Segment Open

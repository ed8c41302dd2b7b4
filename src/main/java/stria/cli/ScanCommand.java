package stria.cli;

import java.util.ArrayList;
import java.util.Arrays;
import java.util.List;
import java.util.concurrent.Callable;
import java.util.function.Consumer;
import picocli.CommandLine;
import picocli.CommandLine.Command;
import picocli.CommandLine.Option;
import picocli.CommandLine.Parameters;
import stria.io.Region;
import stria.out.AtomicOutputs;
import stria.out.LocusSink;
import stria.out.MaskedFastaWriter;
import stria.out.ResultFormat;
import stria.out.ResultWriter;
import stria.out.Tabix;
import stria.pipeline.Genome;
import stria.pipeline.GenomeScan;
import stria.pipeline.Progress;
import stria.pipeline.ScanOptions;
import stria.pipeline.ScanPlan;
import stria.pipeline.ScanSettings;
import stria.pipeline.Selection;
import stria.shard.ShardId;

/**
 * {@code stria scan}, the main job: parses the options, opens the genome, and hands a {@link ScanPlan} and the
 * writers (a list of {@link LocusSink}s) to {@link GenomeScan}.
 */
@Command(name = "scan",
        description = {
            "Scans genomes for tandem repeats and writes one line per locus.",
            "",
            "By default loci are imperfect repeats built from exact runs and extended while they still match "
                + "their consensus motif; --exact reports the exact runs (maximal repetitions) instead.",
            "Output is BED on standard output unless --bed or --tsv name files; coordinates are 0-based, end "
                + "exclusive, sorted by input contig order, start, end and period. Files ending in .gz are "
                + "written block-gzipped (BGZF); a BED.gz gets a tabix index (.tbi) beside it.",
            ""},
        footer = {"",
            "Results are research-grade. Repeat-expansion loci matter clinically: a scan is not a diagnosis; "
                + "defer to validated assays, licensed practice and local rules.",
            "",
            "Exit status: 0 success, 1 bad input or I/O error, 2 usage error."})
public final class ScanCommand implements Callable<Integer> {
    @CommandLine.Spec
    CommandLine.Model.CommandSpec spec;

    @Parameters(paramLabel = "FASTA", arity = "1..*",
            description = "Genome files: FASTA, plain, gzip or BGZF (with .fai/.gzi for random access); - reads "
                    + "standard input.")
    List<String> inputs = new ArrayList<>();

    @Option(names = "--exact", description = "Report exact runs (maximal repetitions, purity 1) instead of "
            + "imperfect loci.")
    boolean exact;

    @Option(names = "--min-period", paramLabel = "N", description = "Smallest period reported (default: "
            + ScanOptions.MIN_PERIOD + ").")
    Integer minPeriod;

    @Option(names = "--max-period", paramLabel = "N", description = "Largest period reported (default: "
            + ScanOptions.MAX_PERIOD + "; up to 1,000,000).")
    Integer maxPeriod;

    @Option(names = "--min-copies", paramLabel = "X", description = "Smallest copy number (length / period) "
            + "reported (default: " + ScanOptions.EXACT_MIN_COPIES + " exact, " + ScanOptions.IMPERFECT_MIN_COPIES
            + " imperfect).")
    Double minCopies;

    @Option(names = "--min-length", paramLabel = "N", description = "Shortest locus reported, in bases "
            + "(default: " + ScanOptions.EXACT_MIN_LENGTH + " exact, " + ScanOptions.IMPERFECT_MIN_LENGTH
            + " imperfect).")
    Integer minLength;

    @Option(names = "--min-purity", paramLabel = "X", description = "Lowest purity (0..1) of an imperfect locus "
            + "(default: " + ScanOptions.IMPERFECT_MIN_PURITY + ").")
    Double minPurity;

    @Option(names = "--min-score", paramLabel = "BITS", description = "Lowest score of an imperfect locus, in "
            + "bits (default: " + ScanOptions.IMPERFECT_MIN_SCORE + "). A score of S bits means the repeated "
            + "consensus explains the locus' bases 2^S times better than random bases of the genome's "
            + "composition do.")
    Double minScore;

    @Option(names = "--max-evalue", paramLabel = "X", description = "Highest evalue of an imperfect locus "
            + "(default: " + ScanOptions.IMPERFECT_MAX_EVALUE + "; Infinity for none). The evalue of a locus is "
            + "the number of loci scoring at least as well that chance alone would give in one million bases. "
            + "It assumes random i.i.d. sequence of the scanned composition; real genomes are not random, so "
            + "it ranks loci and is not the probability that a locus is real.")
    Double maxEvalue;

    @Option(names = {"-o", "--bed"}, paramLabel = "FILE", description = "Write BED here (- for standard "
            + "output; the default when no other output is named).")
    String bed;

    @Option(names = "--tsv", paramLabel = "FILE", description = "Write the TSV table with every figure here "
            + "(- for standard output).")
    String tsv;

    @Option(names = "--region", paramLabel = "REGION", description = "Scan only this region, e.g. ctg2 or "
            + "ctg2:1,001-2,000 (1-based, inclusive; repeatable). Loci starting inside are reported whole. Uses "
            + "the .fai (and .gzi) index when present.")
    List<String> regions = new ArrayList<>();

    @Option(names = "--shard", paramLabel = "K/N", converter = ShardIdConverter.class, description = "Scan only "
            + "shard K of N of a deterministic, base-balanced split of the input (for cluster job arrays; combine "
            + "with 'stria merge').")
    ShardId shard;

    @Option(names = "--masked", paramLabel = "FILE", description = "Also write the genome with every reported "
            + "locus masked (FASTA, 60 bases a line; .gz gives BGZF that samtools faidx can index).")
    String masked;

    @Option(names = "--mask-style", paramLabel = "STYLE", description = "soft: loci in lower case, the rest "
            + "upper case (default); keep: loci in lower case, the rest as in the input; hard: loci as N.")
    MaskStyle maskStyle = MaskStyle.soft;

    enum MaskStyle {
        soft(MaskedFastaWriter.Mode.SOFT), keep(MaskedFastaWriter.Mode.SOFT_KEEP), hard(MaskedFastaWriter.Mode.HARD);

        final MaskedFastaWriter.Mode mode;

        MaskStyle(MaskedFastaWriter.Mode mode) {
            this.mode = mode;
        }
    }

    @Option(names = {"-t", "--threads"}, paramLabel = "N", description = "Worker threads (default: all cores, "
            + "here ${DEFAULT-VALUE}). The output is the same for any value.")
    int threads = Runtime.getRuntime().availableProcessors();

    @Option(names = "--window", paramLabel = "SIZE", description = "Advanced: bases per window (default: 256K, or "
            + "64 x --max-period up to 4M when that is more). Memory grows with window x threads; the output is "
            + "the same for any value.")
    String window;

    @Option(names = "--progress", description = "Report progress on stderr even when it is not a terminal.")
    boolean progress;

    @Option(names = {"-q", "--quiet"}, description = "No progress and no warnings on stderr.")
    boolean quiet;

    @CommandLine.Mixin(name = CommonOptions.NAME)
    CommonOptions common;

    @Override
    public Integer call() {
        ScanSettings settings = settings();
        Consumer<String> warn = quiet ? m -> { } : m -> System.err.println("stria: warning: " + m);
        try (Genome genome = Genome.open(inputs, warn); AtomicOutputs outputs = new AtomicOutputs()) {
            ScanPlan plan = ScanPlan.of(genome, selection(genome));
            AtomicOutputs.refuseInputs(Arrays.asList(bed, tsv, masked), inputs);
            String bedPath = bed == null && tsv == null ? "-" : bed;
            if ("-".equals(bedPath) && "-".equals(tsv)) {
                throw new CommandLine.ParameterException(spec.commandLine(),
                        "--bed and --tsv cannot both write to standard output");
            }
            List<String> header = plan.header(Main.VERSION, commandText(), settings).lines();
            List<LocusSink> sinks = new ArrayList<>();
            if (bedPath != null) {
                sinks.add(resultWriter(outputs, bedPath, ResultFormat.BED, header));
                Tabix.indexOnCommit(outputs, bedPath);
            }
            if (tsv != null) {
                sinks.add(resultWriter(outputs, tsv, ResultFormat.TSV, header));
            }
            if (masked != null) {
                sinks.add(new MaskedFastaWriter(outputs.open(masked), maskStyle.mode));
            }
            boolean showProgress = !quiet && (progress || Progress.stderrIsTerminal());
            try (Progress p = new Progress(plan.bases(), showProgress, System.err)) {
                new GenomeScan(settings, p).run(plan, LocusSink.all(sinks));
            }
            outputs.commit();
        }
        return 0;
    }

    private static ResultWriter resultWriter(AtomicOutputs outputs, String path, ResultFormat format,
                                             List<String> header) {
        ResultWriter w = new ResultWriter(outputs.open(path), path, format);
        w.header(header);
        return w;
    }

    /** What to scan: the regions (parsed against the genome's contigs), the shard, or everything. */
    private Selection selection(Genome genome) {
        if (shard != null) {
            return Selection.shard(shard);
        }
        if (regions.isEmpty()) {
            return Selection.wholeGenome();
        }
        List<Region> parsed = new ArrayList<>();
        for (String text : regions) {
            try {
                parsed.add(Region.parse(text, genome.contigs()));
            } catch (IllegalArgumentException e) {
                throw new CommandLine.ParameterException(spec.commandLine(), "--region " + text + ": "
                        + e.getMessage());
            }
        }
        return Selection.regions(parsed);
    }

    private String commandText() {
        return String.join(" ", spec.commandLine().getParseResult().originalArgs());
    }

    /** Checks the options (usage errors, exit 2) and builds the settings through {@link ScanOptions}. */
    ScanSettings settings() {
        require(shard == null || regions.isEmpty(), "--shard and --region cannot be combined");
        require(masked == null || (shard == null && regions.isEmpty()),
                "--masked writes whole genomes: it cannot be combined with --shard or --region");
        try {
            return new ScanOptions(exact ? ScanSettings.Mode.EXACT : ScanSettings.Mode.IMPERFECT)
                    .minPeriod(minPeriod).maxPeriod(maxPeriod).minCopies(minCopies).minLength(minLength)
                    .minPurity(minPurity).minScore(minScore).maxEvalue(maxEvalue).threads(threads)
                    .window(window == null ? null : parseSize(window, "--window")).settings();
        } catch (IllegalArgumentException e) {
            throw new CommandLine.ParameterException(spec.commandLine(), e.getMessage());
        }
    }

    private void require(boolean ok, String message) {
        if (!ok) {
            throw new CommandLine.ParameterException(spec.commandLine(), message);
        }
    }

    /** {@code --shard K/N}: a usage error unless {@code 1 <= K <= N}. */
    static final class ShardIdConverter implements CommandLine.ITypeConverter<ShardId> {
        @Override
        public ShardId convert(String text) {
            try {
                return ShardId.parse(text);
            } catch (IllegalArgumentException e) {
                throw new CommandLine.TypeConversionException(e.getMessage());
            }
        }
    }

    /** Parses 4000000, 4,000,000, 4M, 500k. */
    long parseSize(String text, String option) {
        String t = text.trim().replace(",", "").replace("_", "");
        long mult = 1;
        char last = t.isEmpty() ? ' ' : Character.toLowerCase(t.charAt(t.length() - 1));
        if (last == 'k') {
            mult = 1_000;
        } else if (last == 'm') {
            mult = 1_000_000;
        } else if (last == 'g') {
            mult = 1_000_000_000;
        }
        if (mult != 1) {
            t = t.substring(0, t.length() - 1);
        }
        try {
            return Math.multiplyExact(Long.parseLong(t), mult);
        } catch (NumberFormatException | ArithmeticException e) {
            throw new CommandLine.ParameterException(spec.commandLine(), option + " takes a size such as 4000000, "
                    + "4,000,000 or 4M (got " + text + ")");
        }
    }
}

Segment Closed

The problem
All lines above in which the word "link" occurs should be identified and copied.

Task response
 * {@code stria scan}, the main job: parses the options, opens the genome, and hands a {@link ScanPlan} and the
 * writers (a list of {@link LocusSink}s) to {@link GenomeScan}.
    /** Checks the options (usage errors, exit 2) and builds the settings through {@link ScanOptions}. */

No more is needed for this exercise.